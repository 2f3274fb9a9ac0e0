"""Finds the lowest state of a material: many starts, distinct ends, evidence for the best."""

import time
from collections.abc import Callable, Iterable
from dataclasses import dataclass, replace

import numpy as np
from threadpoolctl import threadpool_limits

from kondomf.errors import InputError
from kondomf.material import Material
from kondomf.meanfield.classes import class_basis
from kondomf.meanfield.driver import Descent, Settings, certify, descend
from kondomf.meanfield.problem import Problem, point_at
from kondomf.meanfield.solution import Solution, Trial
from kondomf.meanfield.starts import Start, standard_starts, starts
from kondomf.meanfield.zero_modes import zero_modes
from kondomf.meanfield.zone import uniform
from kondomf.model import MeanFieldModel, build_model

COARSE_FROM = 16
"""Grids of at least this many points a direction are searched at half the points first."""
WINDOW = 5e-3
"""Distinct ends of a coarse search within this of the lowest, in units of the largest coupling, are refined."""
MOST_REFINED = 3


@dataclass(frozen=True)
class _End:
    start: Start
    descent: Descent

    @property
    def free_energy(self) -> float:
        return self.descent.point.free_energy


def solve(
    material: Material,
    *,
    extra_starts: Iterable[Start] = (),
    only_starts: Iterable[Start] | None = None,
    settings: Settings | None = None,
    progress: Callable[[str], None] | None = None,
) -> Solution:
    """Lowest state of `material` in its search.phase, from its seeded starts, `extra_starts` and their descents.

    `only_starts` replaces the standard starts. `progress` receives one line of text per finished start.
    Numerical failure is the status of the result.
    """
    began = time.perf_counter()
    settings = settings or Settings()
    model = build_model(material)
    zone = uniform(material.zone.points, material.zone.offset)
    basis = class_basis(model, material.search.phase)
    hybridized = material.search.phase == "heavy-fermi-liquid"
    seeded = starts(model, material.search.starts, material.search.seed, hybridized_only=hybridized)
    chosen = list(only_starts) if only_starts is not None else [*extra_starts, *seeded]
    fine = Problem(model, zone, basis)
    coarse = fine
    if material.zone.points >= COARSE_FROM:
        coarse = Problem(model, uniform(2 * (material.zone.points // 4), material.zone.offset), basis)
    with threadpool_limits(1, user_api="blas"):  # the matrices are small: more threads only wait for each other
        ends = _descend_all(coarse, chosen, settings, progress)
        trials = tuple(_trial(model, end) for end in ends)
        if coarse is not fine:
            chosen = [Start(end.start.name, end.descent.point.p) for end in _distinct(model, ends)]
            ends = _descend_all(fine, chosen, settings, None)
        best = min(ends, key=lambda end: (not _converged(end, settings), end.free_energy))
        solution = _with_evidence(fine, best, material, settings)
    evaluations = solution.evaluations + (coarse.matrices if coarse is not fine else 0)
    return replace(solution, trials=trials, evaluations=evaluations, wall_seconds=time.perf_counter() - began)


def named_start(material: Material, name: str) -> Start:
    """The standard start called `name`, without the small noise that a search adds.

    Raises InputError for an unknown name.
    """
    known = standard_starts(build_model(material))
    if name not in known:
        raise InputError(f'there is no start "{name}"; the starts are {", ".join(known)}')
    return known[name]


def _descend_all(
    problem: Problem, begin: Iterable[Start], settings: Settings, progress: Callable[[str], None] | None
) -> list[_End]:
    ends = []
    for start in begin:
        fields = start.fields(problem.model)
        active = problem.model.active
        fields[active] = problem.model.h[active] + problem.project(fields[active] - problem.model.h[active])
        end = _End(start, descend(problem, fields, settings))
        ends.append(end)
        if progress:
            energy = end.free_energy / problem.model.cell.size
            progress(f"start {len(ends)} ({start.name}): {end.descent.status}, F = {energy:.6f} meV per cell")
    return ends


def _converged(end: _End, settings: Settings) -> bool:
    return end.descent.status == "minimum" or (settings.keep_saddle and end.descent.status == "saddle")


def _distinct(model: MeanFieldModel, ends: list[_End]) -> list[_End]:
    """Lowest ends that are not the same state, at most MOST_REFINED."""
    result: list[_End] = []
    for end in sorted(ends, key=lambda e: e.free_energy):
        if result and end.free_energy > result[0].free_energy + WINDOW * model.scale:
            break
        if not any(_trial(model, end).same_state(_trial(model, other)) for other in result):
            result.append(end)
    return result[:MOST_REFINED]


def _trial(model: MeanFieldModel, end: _End) -> Trial:
    w = end.descent.point.p[model.hybridization]
    size = float(np.sqrt(w @ w / (16 * model.cell.n_sites)))
    return Trial(end.start.name, end.descent.status, end.free_energy / model.cell.size, size)


def _with_evidence(problem: Problem, end: _End, material: Material, settings: Settings) -> Solution:
    model, descent = problem.model, end.descent
    point, status, full, zeros = descent.point, descent.status, descent.curvature, None
    lowest_full = descent.curvature_min
    if full is not None and problem.basis is not None:
        everything = replace(problem, basis=None)
        verdict, _ = certify(everything, point, settings)
        full, lowest_full = verdict.curvature, verdict.curvature_min
        status = "minimum-in-class" if status == "minimum" else status
    if full is not None:
        zeros = zero_modes(problem, point, full)
    doubled = Problem(model, uniform(2 * problem.zone.points, problem.zone.offset))
    zone_error = abs(point_at(doubled, point.phi).free_energy - point.free_energy) / model.cell.size
    return Solution(
        model=model,
        zone=problem.zone,
        phi=point.phi,
        p=point.p,
        correlators=point.state.correlators,
        multipliers=point.multipliers,
        free_energy_meV_per_cell=point.free_energy / model.cell.size,
        entropy_kB_per_cell=point.state.entropy / model.cell.size,
        status=status,
        message=descent.message,
        phase_class=material.search.phase,
        start=end.start.name,
        residual_meV=float(np.abs(point.residual).max(initial=0.0)),
        constraint_error=point.constraint_error,
        curvature_min=descent.curvature_min,
        curvature_full_space=lowest_full,
        curvatures=tuple(float(x) for x in full.eigenvalues[:12]) if full else (),
        zero_modes=zeros,
        zone_error_meV=zone_error,
        evaluations=problem.matrices + doubled.matrices,
        wall_seconds=0.0,
        history=descent.history,
        trials=(),
        inputs=material.to_dict(),
    )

+ + + + + + +

* [What you should do]:
Return exactly what appears above, from the first line of the entries to the line with "began = time.perf_counter()", inclusive.

* [Answer box]:
repository 2f3274fb9a9ac0e0
"""Finds the lowest state of a material: many starts, distinct ends, evidence for the best."""

import time
from collections.abc import Callable, Iterable
from dataclasses import dataclass, replace

import numpy as np
from threadpoolctl import threadpool_limits

from kondomf.errors import InputError
from kondomf.material import Material
from kondomf.meanfield.classes import class_basis
from kondomf.meanfield.driver import Descent, Settings, certify, descend
from kondomf.meanfield.problem import Problem, point_at
from kondomf.meanfield.solution import Solution, Trial
from kondomf.meanfield.starts import Start, standard_starts, starts
from kondomf.meanfield.zero_modes import zero_modes
from kondomf.meanfield.zone import uniform
from kondomf.model import MeanFieldModel, build_model

COARSE_FROM = 16
"""Grids of at least this many points a direction are searched at half the points first."""
WINDOW = 5e-3
"""Distinct ends of a coarse search within this of the lowest, in units of the largest coupling, are refined."""
MOST_REFINED = 3


@dataclass(frozen=True)
class _End:
    start: Start
    descent: Descent

    @property
    def free_energy(self) -> float:
        return self.descent.point.free_energy


def solve(
    material: Material,
    *,
    extra_starts: Iterable[Start] = (),
    only_starts: Iterable[Start] | None = None,
    settings: Settings | None = None,
    progress: Callable[[str], None] | None = None,
) -> Solution:
    """Lowest state of `material` in its search.phase, from its seeded starts, `extra_starts` and their descents.

    `only_starts` replaces the standard starts. `progress` receives one line of text per finished start.
    Numerical failure is the status of the result.
    """
    began = time.perf_counter()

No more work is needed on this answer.